Télétravail : les salariés peuvent se voir privés de tickets-restaurants

Revue de Presse

Source : lefigaro.fr (17 mars 2021 )

Une décision de justice rendue le 10 mars exempt les employeurs de cette obligation, car leurs salariés n’ont plus à déjeuner hors de leur domicile.

Quelle législation encadre les tickets-restaurant ?

Aucun texte de loi n’encadre précisément cette question, et les juges ont rendu une décision inédite pour ce cas précis, en estimant que rien n’obligeait cette entreprise à accorder des titres-restaurants à leurs salariés qui peuvent déjeuner à domicile.

Dans le cas de Malakoff Humanis, une partie des salariés a été placée en télétravail au début de la crise sanitaire, et une autre a continué à travailler sur le site. Les premiers se sont vus retirer leurs titres-restaurants, quand les seconds ont pu continuer à profiter de leur cantine d’entreprise. L’article 4 de l’accord national interprofessionnel relatif au télétravail du 19 juillet 2005 précise pourtant que « les télétravailleurs bénéficient des mêmes droits et avantages légaux et conventionnels que ceux applicables aux salariés en situation comparable travaillant dans les locaux de l’entreprise.» Mais c’est cette notion de « situation comparable» entre les salariés au bureau et leurs collègues en télétravail qui a motivé la décision des juges.

Est-ce une obligation légale?

« Le titre-restaurant est un avantage consenti par l’employeur qui ne résulte d’aucune obligation légale», a d’abord rappelé le tribunal de Nanterre.

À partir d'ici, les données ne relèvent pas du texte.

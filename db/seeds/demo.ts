// The demo: a buyer, three suppliers, one RFQ with its quotes in, one still open, one draft; made by the product's own use cases.
import { Organisation } from "~/db/models";
import { SYSTEM } from "~/db/scoping";
import { foundBuyer } from "./demo-people";
import { beginOutdoorQuote, quoteFirstSeries } from "./demo-quotes";
import { approveSuppliers, closeRequest, requestFirstSeries, requestOutdoorSeries } from "./demo-requests";
import { writeDraftSpecification, writeReceiveFilter } from "./demo-specifications";

export { demoSignIns } from "./demo-cast";

/** Fills an installation that holds no organisation yet; leaves any other alone. All dates are relative to now. */
export async function seedDemo(): Promise<void> {
  if ((await Organisation.count({ actor: SYSTEM })) > 0) return;
  const { engineer, purchasing } = await foundBuyer();
  const specification = await writeReceiveFilter(engineer);
  await writeDraftSpecification(engineer);

  const rfq = await requestFirstSeries(engineer, specification);
  await approveSuppliers(purchasing);
  await quoteFirstSeries();
  await closeRequest(engineer, rfq);

  await requestOutdoorSeries(engineer, specification);
  await beginOutdoorQuote();
}
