// The demo's specifications: a receive filter, released, typed as an engineer types it, and a transmit filter still a draft.
import type { Person } from "~/services/person.server";
import { createSpecification, readSpecification } from "~/services/specifications.server";
import { releaseRevision } from "~/services/specification-release.server";
import { newIdempotencyKey } from "~/services/identifiers.server";
import { filledForm, made } from "./demo-steps";

type Line = Readonly<Record<string, string>>;

const TITLE_BLOCK = { z1: "50", z2: "50", temperatureFrom: "-30", temperatureTo: "70", ambient: "25" };

const passband = { from: "1.92G", to: "1.98G" };

/** The same requirements as `tests/reference/journey/specification.json`, which tells how the demo's data was made. */
export const RECEIVE_LINES: readonly Line[] = [
  { kind: "insertion-loss", ...passband, limit: "1.2 dB" },
  { kind: "ripple", ...passband, limit: "0.8 dB" },
  { kind: "rejection", from: "1.76G", to: "1.87G", limit: "55 dB" },
  { kind: "rejection", from: "1.87G", to: "1.895G", limit: "55 dB", limitEnd: "30 dB" },
  { kind: "rejection", from: "2005 MHz", to: "2040 MHz", limit: "30 dB" },
  { kind: "rejection", from: "2040 MHz", to: "2140 MHz", limit: "50 dB" },
  { kind: "rejection", from: "2.01G", to: "2.03G", limit: "28 dB", relativeFrom: "1.92G", relativeTo: "1.98G" },
  { kind: "reverse-isolation", from: "2.06G", to: "2.14G", limit: "50 dB" },
  { kind: "return-loss", port: "1", ...passband, limit: "15 dB" },
  { kind: "return-loss", port: "2", ...passband, limit: "15 dB" },
  { kind: "declared", name: "Input power, continuous", limit: "min 20 W" },
  { kind: "declared", name: "Connectors", limit: "SMA female, both ports" },
];

const DRAFT_LINES: readonly Line[] = [
  { kind: "insertion-loss", from: "2.11G", to: "2.17G", limit: "1.0 dB" },
  { kind: "bandwidth", least: "64 MHz", level: "3 dB" },
  { kind: "rejection", from: "1.92G", to: "1.98G", limit: "70 dB" },
  { kind: "return-loss", port: "1", from: "2.11G", to: "2.17G", limit: "16 dB" },
  { kind: "group-delay-variation", from: "2.112G", to: "2.168G", limit: "25 ns", window: "5 MHz", aperture: "1 MHz" },
];

/** Writes the receive filter and releases revision A; returns its public id. */
export async function writeReceiveFilter(engineer: Person): Promise<string> {
  const publicId = await write(engineer, "Receive band-pass, 1.92 to 1.98 GHz", RECEIVE_LINES);
  const version = (await readSpecification(engineer, publicId))?.revisions[0]?.version ?? "";
  const request = { idempotencyKey: newIdempotencyKey(), version };
  made("release a specification", await releaseRevision(engineer, publicId, request));
  return publicId;
}

export async function writeDraftSpecification(engineer: Person): Promise<void> {
  await write(engineer, "Transmit band-pass, 2.11 to 2.17 GHz", DRAFT_LINES);
}

async function write(engineer: Person, title: string, lines: readonly Line[]): Promise<string> {
  const fields: Record<string, string> = { title, ...TITLE_BLOCK };
  lines.forEach((line, index) => {
    for (const [field, text] of Object.entries(line)) fields[`lines.${index}.${field}`] = text;
  });
  const { publicId } = made("write a specification", await createSpecification(engineer, filledForm(fields)));
  return publicId;
}
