from pathlib import Path

from diskwatch.machine.kernel_files import bytes_of, names_in, number_of, text_of, tidy, whole_of


def test_a_missing_file_is_just_not_known(tmp_path: Path):
    assert bytes_of(tmp_path / "none") is None
    assert text_of(tmp_path / "none") is None
    assert number_of(tmp_path / "none") is None
    assert whole_of(tmp_path / "none") is None
    assert names_in(tmp_path / "none") == ()


def test_a_folder_where_a_file_should_be_is_just_not_known(tmp_path: Path):
    assert text_of(tmp_path) is None


def test_a_number_is_decimal_digits_and_nothing_else(tmp_path: Path):
    for content, expected in (
        ("12\n", 12),
        ("0", 0),
        ("-1\n", None),
        ("0x10\n", None),
        ("SD\n", None),
        ("\n", None),
        ("²\n", None),
    ):
        (tmp_path / "file").write_text(content)
        assert number_of(tmp_path / "file") == expected, content


def test_padding_is_removed_and_odd_bytes_do_not_hide_the_rest():
    assert tidy(b"  INV 1\0\0 \n") == "INV 1"
    assert tidy(b"\0 \n") is None
    assert tidy(b"INV\xff1") == "INV\ufffd1"
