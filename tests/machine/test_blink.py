import errno
import itertools
import os
import threading
import time

import pytest

from diskwatch.machine import blink as room
from diskwatch.machine.blink import Lamp, blink

SIZE = 100 * 65_536 + 512


@pytest.fixture
def lamp(tmp_path):
    node = tmp_path / "disk"
    node.write_bytes(b"\0" * SIZE)
    try:
        os.close(os.open(node, os.O_RDONLY | os.O_DIRECT))
    except OSError:
        pytest.skip("this file system knows no reading past the cache")
    return Lamp(node=node, size=SIZE)


@pytest.fixture
def reads(monkeypatch):
    """Where each read began and when."""
    seen = []
    real = os.preadv

    def preadv(descriptor, buffers, place):
        seen.append((time.monotonic(), place))
        return real(descriptor, buffers, place)

    monkeypatch.setattr(os, "preadv", preadv)
    return seen


def test_it_reads_and_rests_in_turn_and_ends_in_time(lamp, reads, monkeypatch):
    monkeypatch.setattr(room, "ON", 0.05)
    monkeypatch.setattr(room, "OFF", 0.1)
    before = time.monotonic()
    assert blink([lamp], 0.4, threading.Event()) == {}
    assert 0.3 < time.monotonic() - before < 5
    gaps = [later - earlier for (earlier, _), (later, _) in itertools.pairwise(reads)]
    assert sum(gap >= 0.1 for gap in gaps) >= 2, "the light went dark in between"
    assert lamp.node.read_bytes() == b"\0" * SIZE


def test_reads_are_scattered_aligned_and_never_beyond_the_end(lamp, reads, monkeypatch):
    monkeypatch.setattr(room, "ON", 0.05)
    blink([lamp], 0.05, threading.Event())
    places = {place for _, place in reads}
    assert len(places) > 10
    assert all(place % 65_536 == 0 and place + 65_536 <= SIZE for place in places)


def test_somebody_who_says_stop_is_heard_at_once(lamp):
    stop = threading.Event()
    threading.Timer(0.1, stop.set).start()
    before = time.monotonic()
    blink([lamp], 60, stop)
    assert time.monotonic() - before < 5


def test_ctrl_c_ends_it_and_lets_nothing_read_on(lamp, monkeypatch):
    def interrupt(*_: object) -> None:
        raise KeyboardInterrupt

    stop = threading.Event()
    monkeypatch.setattr(threading.Thread, "join", interrupt)
    with pytest.raises(KeyboardInterrupt):
        blink([lamp], 60, stop)
    assert stop.is_set()


def test_a_device_that_cannot_be_read_is_named_and_left_alone(lamp, monkeypatch, tmp_path):
    def fail(*_: object) -> int:
        raise OSError(errno.EIO, "Input/output error")

    gone = Lamp(node=tmp_path / "gone", size=SIZE)
    monkeypatch.setattr(os, "preadv", fail)
    wrong = blink([lamp, gone], 60, threading.Event())
    assert {node: error.errno for node, error in wrong.items()} == {
        lamp.node: errno.EIO,
        gone.node: errno.ENOENT,
    }


def test_a_device_that_never_answers_does_not_hold_the_command_up(lamp, monkeypatch):
    hung = threading.Event()
    monkeypatch.setattr(room, "ON", 0.05)
    monkeypatch.setattr(os, "preadv", lambda *_: hung.wait(20))
    before = time.monotonic()
    blink([lamp], 0.1, threading.Event())
    assert time.monotonic() - before < 5
    hung.set()
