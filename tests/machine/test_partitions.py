import pytest

from diskwatch.machine.partitions import Piece, piece_at
from tests.machine.trees import Tree


@pytest.fixture
def parted(tree: Tree):
    disk = tree.sata()
    for name, number, start, size in (("sda1", "8:1", 2048, 100), ("sda2", "8:2", 4096, 200)):
        part = tree.partition(disk, name, number)
        tree.put(part / "start", str(start))
        tree.put(part / "size", str(size))
    return tree


@pytest.mark.parametrize(
    ("sector", "piece"),
    [
        (2047, None),
        (2048, Piece(name="sda1", sector=0)),
        (2147, Piece(name="sda1", sector=99)),
        (2148, None),
        (4100, Piece(name="sda2", sector=4)),
        (9999, None),
    ],
)
def test_a_sector_lies_in_the_partition_that_covers_it_or_in_none(parted: Tree, sector, piece):
    assert piece_at("sda", sector, sys_root=parted.sys) == piece


def test_of_a_disk_without_partitions_or_that_is_gone_nothing_is_known(tree: Tree):
    tree.virtio("vda")
    assert piece_at("vda", 5, sys_root=tree.sys) is None
    assert piece_at("sdz", 5, sys_root=tree.sys) is None
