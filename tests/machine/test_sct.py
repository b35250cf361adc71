from diskwatch.machine.sct import limits, may_be_asked
from diskwatch.machine.text import Sheet

SAYS_SO = Sheet.of(["SCT capabilities:              (0x003d) SCT Status supported."])
STATUS = (
    "SCT Status Version:                  3",
    "Current Temperature:                    37 Celsius",
    "Specified Max Operating Temperature:    60 Celsius",
)
MADE_FOR_70 = (
    "Device Statistics (GP Log 0x04)",
    "0x05  0x058  1              70  ---  Specified Maximum Operating Temperature",
)


def test_a_drive_that_says_it_has_sct_status_may_be_asked():
    assert may_be_asked(None, SAYS_SO, "Borealis Tundra BT4000")
    assert may_be_asked({"ata_sct_capabilities": {"value": 61}}, Sheet.of([]), "Borealis Tundra BT4000")
    assert not may_be_asked(None, Sheet.of([]), "Borealis Tundra BT4000")


def test_the_family_that_it_can_freeze_is_never_asked_nor_a_drive_whose_model_is_not_known():
    assert not may_be_asked(None, SAYS_SO, "TOSHIBA DT01ACA300")
    assert not may_be_asked(None, SAYS_SO, "toshiba  dt01aca050")
    assert not may_be_asked(None, SAYS_SO, None)


def test_the_limit_of_the_sct_status_comes_before_the_one_of_log_04h():
    assert limits(None, Sheet.of([*STATUS, *MADE_FOR_70])) == (60, None)
    assert limits(None, Sheet.of(MADE_FOR_70)) == (70, None)
    told = {"ata_sct_status": {"temperature": {"op_limit_max": 55, "limit_max": 65}}}
    assert limits(told, Sheet.of(STATUS)) == (55, 65)


def test_limits_that_no_drive_has_are_none():
    assert limits({"temperature": {"op_limit_max": 0, "limit_max": 999}}, Sheet.of([])) == (None, None)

Les juges ont ajouté qu’il n’était « pas contestable» que les télétravailleurs bénéficient de titres-restaurants, mais seulement si leurs conditions de travail étaient équivalentes à ceux travaillant sur site sans restaurant d’entreprise. Or l’objectif du titre-restaurant est précisément de « permettre à ses salariés de faire face au surcoût lié à la restauration hors de leur domicile», explique le tribunal de Nanterre, qui a jugé qu’en l’absence de ce surcoût, l’entreprise n’avait pas à distribuer de titres-restaurants à ses salariés.

Cette décision ne va pas dans le sens des recommandations du gouvernement à télétravailler au maximum durant la crise sanitaire, comme le note l’avocat en droit du Travail Eric Rocheblave. « Le tribunal de Nanterre est allé à l’inverse des positions de l’Urssaf et du ministère du Travail , qui considèrent tous les deux que les télétravailleurs doivent bénéficier de ces titres-restaurants au même titre que les salariés au bureau, explique l’avocat. Deux institutions étatiques sont donc contre cette décision de Nanterre, on peut y voir la position du gouvernement qui veut encourager au maximum le télétravail, c’est très lié au contexte.»

Le cas de Malakoff Humanis peut-il faire jurisprudence ?

N’importe quelle entreprise pourra-t-elle désormais priver ses télétravailleurs de titres-restaurants ? C’est bien possible. « La Cour d’Appel de Nîmes avait déjà statué en 2012 qu’une entreprise n’était pas obligée de distribuer des titres-restaurants à ses salariés qui habitent à moins de 10 minutes de leur entreprise», poursuit Eric Rocheblave. Et Kevin Bouleau, avocat en droit du Travail à Paris, d’ajouter que la Cour d’Appel de Riom avait également jugé en 2018 que les salariés en télétravail ou au bureau n’étaient pas « dans une situation comparable». Les entreprises pourraient donc se fonder sur ce « courant de jurisprudence» pour retirer aux télétravailleurs leurs titres-restaurants, estime Eric Rocheblave.